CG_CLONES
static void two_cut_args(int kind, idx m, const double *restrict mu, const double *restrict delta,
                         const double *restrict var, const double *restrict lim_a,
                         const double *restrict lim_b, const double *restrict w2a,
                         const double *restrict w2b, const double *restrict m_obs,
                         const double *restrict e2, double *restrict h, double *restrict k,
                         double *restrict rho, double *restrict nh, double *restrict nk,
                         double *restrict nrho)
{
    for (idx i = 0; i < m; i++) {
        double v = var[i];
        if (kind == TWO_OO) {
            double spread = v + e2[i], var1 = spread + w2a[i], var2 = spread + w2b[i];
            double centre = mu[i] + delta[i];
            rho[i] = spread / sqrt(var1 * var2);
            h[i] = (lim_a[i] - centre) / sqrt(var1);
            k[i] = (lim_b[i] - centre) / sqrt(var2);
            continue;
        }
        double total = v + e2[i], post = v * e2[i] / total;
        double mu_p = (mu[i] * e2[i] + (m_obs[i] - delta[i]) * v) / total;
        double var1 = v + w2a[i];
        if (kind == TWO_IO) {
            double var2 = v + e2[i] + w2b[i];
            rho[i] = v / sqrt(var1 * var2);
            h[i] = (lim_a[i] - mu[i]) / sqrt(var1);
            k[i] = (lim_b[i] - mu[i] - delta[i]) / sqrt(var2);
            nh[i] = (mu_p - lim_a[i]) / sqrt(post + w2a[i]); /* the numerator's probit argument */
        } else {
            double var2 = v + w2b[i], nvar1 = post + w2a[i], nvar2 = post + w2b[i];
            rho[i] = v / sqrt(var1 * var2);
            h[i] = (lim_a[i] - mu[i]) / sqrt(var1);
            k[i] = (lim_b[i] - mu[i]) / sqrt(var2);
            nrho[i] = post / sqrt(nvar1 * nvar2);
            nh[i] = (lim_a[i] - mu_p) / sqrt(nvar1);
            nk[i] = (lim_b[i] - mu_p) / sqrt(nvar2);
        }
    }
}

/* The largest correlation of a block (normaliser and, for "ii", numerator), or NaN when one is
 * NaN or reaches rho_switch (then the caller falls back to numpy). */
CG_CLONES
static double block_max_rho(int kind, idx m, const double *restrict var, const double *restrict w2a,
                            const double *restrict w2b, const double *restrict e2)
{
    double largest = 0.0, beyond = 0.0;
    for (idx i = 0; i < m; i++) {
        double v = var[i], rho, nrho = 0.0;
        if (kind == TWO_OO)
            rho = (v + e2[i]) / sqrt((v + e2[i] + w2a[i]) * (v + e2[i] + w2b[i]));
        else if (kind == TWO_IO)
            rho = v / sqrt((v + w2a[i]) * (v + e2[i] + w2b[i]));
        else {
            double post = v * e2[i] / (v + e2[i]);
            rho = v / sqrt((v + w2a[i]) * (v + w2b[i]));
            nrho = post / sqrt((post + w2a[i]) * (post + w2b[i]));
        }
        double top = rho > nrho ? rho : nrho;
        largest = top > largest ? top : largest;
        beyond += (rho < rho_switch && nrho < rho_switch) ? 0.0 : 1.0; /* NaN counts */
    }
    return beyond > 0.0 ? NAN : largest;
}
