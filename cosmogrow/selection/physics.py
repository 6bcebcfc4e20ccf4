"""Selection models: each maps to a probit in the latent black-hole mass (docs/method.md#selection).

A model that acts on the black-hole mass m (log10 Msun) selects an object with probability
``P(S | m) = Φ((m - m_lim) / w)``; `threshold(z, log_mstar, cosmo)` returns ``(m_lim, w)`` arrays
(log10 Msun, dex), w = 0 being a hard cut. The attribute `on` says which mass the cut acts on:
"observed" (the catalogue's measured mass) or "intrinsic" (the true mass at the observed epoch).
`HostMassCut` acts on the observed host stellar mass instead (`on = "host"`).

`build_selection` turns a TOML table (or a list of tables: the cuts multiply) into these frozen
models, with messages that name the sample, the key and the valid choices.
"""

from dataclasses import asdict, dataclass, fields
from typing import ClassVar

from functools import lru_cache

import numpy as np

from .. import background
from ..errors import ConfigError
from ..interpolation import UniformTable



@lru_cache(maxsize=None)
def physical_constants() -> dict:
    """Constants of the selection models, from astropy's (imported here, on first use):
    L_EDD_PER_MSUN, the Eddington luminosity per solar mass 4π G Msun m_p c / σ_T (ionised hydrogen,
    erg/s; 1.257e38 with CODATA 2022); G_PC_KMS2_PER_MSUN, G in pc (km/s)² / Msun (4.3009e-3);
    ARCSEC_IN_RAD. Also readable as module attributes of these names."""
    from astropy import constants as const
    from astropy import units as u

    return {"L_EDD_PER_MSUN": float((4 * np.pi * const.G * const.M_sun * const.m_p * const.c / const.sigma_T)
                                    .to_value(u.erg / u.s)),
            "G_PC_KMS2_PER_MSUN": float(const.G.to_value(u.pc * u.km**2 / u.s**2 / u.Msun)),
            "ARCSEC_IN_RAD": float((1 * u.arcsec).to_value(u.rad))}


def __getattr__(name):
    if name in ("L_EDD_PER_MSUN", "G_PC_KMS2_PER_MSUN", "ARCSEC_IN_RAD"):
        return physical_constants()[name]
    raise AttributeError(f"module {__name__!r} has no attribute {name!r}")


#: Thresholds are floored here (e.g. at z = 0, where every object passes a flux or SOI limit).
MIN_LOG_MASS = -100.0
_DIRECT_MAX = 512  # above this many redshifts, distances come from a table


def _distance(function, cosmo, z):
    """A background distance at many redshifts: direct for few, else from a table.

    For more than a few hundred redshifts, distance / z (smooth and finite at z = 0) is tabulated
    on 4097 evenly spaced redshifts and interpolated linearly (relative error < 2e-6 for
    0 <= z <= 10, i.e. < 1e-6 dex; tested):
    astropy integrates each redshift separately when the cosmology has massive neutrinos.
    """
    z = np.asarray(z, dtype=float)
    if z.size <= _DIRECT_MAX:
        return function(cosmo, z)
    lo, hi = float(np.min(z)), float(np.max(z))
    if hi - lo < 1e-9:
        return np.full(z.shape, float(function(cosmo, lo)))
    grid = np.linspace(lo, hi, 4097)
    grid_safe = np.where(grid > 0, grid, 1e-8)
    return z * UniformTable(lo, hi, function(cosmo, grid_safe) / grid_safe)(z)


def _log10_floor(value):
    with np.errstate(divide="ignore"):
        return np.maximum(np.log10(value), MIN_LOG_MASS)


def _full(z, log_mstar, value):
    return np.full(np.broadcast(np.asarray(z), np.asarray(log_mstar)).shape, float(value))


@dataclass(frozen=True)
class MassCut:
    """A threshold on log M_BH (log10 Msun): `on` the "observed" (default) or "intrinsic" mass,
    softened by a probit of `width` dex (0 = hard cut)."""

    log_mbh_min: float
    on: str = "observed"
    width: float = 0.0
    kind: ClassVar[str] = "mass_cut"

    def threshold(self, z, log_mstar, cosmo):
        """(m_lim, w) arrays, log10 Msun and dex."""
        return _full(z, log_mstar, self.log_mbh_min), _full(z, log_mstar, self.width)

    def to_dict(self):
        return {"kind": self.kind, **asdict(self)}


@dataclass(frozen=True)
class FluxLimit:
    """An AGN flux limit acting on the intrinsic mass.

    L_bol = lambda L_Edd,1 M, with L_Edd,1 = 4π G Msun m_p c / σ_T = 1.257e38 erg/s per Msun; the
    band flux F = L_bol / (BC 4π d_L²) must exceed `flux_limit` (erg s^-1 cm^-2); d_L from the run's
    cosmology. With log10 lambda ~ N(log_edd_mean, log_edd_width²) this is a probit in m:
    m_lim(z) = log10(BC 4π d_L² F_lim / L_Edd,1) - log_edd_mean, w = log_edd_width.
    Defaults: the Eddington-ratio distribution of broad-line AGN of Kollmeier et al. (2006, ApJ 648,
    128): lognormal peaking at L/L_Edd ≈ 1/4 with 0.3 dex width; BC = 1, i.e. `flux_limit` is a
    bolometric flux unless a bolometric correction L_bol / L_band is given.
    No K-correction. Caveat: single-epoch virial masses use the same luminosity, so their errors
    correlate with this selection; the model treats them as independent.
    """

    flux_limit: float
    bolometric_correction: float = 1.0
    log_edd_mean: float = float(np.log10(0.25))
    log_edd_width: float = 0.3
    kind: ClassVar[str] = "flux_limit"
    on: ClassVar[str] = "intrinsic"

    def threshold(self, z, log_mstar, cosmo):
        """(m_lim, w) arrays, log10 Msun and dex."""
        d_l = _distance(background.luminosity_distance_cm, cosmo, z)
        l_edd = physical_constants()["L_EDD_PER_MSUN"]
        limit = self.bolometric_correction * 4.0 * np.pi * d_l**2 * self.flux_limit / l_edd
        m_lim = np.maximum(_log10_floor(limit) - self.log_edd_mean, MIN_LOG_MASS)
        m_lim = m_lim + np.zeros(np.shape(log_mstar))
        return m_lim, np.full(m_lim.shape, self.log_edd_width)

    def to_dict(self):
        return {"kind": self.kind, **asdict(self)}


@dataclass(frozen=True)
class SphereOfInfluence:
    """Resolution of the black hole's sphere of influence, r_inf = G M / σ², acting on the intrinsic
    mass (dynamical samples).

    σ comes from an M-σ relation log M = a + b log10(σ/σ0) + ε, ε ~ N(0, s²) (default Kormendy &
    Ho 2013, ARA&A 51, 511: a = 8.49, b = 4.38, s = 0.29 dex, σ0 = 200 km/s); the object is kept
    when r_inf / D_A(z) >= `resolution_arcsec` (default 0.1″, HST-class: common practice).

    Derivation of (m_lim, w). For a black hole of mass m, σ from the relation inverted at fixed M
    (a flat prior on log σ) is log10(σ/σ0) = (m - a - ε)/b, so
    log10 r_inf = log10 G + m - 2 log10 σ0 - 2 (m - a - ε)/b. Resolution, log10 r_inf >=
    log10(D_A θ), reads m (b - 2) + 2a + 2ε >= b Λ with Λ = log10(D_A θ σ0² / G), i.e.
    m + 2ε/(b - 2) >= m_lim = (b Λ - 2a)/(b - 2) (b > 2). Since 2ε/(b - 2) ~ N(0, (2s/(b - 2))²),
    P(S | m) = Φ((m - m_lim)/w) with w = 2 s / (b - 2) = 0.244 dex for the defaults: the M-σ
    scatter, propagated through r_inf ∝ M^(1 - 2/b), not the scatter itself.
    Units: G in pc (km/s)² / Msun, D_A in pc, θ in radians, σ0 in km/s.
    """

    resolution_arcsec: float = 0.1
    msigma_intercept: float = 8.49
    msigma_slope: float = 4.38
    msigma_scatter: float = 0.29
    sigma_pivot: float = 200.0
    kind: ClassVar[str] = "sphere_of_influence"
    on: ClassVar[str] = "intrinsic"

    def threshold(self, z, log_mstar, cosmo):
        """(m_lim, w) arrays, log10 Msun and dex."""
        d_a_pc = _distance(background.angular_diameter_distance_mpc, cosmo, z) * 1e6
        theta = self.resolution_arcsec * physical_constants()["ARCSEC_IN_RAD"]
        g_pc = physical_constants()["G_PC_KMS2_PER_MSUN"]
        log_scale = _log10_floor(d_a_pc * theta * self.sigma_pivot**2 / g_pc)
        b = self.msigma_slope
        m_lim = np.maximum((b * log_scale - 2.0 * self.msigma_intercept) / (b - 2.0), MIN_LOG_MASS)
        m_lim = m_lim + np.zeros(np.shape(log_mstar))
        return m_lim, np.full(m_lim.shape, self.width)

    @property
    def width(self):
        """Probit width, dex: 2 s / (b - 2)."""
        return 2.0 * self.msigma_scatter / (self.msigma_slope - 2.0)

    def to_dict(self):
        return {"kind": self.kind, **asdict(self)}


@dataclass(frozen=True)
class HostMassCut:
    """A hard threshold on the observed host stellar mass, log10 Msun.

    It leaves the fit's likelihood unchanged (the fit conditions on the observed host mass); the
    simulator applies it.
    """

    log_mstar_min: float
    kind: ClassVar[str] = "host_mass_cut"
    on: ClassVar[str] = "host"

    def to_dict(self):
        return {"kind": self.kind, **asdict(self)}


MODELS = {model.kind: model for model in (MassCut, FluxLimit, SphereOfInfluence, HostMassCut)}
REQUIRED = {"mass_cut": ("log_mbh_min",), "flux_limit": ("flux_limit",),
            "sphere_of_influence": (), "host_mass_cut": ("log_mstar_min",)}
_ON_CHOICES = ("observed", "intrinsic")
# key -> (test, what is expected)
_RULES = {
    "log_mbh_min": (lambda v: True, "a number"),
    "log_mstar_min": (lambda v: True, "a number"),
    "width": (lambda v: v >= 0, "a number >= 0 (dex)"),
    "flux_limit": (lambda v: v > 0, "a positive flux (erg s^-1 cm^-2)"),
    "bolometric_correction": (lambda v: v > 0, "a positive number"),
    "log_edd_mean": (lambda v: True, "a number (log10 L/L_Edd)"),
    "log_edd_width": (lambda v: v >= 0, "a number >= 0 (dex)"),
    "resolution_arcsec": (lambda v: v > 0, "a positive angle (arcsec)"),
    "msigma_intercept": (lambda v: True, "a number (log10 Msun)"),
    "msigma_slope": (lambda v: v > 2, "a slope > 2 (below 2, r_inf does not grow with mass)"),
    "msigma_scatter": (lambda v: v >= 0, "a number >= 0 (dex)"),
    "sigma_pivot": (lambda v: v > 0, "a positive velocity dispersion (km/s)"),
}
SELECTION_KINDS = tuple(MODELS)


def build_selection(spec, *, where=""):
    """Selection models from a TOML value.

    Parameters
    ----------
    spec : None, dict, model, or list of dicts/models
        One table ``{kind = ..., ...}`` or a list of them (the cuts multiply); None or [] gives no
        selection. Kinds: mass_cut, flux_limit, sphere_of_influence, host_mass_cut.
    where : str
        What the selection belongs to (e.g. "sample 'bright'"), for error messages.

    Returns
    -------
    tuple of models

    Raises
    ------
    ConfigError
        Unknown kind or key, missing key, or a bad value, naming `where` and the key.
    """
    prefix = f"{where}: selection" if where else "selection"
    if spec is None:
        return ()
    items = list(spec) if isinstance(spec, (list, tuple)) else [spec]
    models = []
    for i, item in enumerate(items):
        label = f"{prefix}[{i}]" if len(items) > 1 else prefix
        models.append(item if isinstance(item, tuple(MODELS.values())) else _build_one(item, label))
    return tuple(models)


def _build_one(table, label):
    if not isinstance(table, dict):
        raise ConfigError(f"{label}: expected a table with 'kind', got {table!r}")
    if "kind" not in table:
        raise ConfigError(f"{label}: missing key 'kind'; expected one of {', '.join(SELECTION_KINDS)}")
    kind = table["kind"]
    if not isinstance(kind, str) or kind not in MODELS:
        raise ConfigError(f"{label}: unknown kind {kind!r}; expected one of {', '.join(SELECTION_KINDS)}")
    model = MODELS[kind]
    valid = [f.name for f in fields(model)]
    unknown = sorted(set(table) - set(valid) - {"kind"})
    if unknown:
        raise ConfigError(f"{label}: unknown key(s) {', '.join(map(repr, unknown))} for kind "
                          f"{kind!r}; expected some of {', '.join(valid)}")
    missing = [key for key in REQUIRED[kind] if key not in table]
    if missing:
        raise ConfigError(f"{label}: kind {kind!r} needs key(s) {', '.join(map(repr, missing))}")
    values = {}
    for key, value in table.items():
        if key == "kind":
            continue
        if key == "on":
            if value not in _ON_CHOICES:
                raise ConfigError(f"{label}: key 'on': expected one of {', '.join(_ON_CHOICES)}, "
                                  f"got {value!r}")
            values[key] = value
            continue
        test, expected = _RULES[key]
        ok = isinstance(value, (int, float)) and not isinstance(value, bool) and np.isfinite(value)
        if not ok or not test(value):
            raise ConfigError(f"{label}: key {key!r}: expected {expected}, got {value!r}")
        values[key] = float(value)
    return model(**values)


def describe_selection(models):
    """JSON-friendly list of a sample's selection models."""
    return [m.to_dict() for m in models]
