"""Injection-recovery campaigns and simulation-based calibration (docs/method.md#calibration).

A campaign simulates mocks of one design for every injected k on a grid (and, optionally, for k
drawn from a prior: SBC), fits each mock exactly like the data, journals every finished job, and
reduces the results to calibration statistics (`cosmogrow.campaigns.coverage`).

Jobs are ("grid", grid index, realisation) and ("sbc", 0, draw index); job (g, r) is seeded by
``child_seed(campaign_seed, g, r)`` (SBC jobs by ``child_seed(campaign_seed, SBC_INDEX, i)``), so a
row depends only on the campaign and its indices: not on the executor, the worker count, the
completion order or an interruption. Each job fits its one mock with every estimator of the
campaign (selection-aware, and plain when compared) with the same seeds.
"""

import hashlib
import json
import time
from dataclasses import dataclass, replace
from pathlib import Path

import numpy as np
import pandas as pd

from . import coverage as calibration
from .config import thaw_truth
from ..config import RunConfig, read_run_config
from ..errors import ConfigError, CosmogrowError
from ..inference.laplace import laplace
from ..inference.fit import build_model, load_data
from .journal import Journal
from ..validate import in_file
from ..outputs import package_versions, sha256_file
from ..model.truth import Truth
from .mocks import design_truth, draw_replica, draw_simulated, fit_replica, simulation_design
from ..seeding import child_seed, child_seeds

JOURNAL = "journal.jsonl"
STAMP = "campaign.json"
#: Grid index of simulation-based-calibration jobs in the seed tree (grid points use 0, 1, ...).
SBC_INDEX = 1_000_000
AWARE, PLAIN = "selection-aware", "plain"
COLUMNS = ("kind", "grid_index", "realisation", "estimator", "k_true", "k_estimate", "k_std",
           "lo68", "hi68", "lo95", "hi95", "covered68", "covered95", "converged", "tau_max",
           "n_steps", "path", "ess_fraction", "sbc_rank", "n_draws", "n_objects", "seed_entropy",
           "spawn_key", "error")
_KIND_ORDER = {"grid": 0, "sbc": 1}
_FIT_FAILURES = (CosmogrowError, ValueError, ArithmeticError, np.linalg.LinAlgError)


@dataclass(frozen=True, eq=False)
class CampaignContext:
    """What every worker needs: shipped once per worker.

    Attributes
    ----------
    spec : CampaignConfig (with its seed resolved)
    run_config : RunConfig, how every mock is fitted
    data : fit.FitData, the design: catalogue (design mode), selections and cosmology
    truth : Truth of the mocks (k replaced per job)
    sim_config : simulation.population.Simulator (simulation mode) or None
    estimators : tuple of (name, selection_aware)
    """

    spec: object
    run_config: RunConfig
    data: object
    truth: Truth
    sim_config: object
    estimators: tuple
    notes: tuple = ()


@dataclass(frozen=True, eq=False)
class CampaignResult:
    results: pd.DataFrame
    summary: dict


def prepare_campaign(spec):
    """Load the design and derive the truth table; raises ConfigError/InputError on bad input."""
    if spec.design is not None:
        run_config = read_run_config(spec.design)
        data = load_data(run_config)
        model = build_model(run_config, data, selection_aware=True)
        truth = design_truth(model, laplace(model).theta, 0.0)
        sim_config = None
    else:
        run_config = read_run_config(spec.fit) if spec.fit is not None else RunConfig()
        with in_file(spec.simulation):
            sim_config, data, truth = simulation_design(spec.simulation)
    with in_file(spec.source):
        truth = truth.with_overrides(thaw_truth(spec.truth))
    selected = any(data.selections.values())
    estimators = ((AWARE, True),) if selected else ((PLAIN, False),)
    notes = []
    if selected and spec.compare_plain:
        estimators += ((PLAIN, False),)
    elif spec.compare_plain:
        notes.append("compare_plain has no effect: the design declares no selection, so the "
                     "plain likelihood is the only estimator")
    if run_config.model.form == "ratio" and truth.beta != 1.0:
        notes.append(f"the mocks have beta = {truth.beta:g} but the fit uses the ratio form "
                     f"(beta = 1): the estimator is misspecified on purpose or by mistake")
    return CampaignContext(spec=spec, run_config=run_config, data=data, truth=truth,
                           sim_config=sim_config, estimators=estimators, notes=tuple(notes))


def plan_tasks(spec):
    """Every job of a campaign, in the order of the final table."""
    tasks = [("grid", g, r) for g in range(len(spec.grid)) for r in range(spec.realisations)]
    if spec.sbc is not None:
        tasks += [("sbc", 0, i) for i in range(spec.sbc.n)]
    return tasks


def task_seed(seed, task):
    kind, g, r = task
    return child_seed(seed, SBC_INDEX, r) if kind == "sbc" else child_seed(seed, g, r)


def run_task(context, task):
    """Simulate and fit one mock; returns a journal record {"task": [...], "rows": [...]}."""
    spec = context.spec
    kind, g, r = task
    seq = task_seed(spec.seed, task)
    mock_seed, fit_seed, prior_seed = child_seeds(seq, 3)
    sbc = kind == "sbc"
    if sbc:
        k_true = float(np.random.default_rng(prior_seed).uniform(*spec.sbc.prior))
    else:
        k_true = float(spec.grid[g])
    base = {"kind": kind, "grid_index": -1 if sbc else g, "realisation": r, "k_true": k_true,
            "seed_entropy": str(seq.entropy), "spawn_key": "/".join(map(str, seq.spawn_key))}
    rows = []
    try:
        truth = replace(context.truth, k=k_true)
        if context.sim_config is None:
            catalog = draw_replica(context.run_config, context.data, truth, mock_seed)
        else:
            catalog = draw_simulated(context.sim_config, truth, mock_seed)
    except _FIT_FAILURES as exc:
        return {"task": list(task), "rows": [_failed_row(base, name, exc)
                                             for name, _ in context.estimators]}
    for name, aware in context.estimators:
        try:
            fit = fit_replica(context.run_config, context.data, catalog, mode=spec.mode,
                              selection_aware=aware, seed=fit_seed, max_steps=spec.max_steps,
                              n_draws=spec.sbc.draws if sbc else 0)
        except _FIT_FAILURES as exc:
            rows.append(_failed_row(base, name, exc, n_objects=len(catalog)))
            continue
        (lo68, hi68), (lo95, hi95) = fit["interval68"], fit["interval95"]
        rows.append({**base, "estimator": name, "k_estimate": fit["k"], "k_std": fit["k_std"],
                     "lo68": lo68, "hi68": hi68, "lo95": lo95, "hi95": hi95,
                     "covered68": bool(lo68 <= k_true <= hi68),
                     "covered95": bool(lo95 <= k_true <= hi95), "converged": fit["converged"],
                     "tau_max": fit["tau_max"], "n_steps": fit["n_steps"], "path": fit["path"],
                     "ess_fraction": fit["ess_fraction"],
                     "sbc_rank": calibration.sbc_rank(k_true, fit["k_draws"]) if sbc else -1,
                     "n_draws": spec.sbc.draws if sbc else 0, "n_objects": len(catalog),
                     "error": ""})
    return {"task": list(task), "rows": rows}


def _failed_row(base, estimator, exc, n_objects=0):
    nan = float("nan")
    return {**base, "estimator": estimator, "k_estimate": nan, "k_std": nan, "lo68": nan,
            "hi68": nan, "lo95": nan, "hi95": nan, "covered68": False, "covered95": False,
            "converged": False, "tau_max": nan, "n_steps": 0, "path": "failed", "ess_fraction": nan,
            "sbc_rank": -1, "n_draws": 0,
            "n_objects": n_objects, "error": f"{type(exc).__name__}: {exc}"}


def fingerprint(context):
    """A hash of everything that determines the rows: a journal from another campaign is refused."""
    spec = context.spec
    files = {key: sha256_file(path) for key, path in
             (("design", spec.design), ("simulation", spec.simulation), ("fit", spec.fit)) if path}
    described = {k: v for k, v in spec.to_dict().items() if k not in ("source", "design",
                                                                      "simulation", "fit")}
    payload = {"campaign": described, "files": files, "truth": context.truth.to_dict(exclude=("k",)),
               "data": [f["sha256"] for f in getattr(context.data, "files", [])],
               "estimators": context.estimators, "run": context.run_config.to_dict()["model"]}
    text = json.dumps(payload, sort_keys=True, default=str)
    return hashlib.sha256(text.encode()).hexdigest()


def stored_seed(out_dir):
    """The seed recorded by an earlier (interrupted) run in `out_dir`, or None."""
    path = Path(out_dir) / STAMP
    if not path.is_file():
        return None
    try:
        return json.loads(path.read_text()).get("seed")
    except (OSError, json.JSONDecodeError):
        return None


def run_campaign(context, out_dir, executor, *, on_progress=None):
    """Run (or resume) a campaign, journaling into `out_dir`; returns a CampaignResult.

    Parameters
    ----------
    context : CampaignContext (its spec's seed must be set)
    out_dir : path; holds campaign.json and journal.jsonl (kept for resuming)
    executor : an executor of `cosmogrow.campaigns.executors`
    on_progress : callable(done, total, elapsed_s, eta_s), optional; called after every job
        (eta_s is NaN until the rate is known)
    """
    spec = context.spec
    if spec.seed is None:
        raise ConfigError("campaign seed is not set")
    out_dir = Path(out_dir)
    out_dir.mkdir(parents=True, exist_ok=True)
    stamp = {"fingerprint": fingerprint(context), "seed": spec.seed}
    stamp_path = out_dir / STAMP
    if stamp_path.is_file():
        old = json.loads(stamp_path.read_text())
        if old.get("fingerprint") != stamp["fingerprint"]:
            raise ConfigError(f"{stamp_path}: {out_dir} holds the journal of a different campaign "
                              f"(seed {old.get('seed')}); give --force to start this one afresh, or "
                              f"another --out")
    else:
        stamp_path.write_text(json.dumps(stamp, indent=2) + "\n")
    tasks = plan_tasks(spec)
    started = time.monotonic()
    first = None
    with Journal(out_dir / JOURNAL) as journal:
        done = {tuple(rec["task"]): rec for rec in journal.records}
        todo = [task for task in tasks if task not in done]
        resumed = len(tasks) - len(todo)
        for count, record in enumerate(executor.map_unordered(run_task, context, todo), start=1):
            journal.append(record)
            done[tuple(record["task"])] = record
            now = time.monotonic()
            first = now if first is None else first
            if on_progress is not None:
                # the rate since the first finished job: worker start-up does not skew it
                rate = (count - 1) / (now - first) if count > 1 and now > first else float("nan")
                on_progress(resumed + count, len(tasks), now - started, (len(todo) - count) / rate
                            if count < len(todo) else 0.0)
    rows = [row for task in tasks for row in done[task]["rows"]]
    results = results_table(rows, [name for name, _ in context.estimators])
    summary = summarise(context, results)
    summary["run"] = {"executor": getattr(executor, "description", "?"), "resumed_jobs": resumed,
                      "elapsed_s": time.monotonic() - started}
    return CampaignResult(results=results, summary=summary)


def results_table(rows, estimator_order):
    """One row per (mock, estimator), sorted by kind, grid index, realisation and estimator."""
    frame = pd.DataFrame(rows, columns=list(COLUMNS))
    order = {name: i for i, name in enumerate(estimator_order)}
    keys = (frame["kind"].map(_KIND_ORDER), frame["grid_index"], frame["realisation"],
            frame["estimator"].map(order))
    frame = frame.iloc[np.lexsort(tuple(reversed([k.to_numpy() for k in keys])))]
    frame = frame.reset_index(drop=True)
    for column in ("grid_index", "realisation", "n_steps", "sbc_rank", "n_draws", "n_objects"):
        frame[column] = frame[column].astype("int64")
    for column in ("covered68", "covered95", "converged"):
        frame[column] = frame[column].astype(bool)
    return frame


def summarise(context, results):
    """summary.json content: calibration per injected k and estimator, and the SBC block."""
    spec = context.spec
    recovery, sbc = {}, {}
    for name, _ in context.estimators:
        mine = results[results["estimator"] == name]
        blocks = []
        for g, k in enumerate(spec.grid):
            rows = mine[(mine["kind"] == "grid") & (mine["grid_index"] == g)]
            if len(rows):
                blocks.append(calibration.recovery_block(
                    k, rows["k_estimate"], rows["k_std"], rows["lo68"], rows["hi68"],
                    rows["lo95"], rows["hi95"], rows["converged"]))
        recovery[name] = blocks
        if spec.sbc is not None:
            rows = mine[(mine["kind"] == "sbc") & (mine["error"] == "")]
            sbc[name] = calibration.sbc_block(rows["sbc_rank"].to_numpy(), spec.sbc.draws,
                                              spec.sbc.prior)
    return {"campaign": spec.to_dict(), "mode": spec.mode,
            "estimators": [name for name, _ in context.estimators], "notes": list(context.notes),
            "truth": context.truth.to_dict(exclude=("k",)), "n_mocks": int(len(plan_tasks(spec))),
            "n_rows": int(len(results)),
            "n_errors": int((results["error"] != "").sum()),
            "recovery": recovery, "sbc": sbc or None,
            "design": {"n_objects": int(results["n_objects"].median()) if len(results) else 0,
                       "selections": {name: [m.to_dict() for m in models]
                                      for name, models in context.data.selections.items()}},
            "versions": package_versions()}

* * * * * * *

# WORK TO COMPLETE
Write out the listing's lines exactly, from its first line through the line that contains "const double *restrict e2, double", and stop there.

# EXPECTED OUTPUT
CG_CLONES
static void two_cut_args(int kind, idx m, const double *restrict mu, const double *restrict delta,
                         const double *restrict var, const double *restrict lim_a,
                         const double *restrict lim_b, const double *restrict w2a,
                         const double *restrict w2b, const double *restrict m_obs,
                         const double *restrict e2, double *restrict h, double *restrict k,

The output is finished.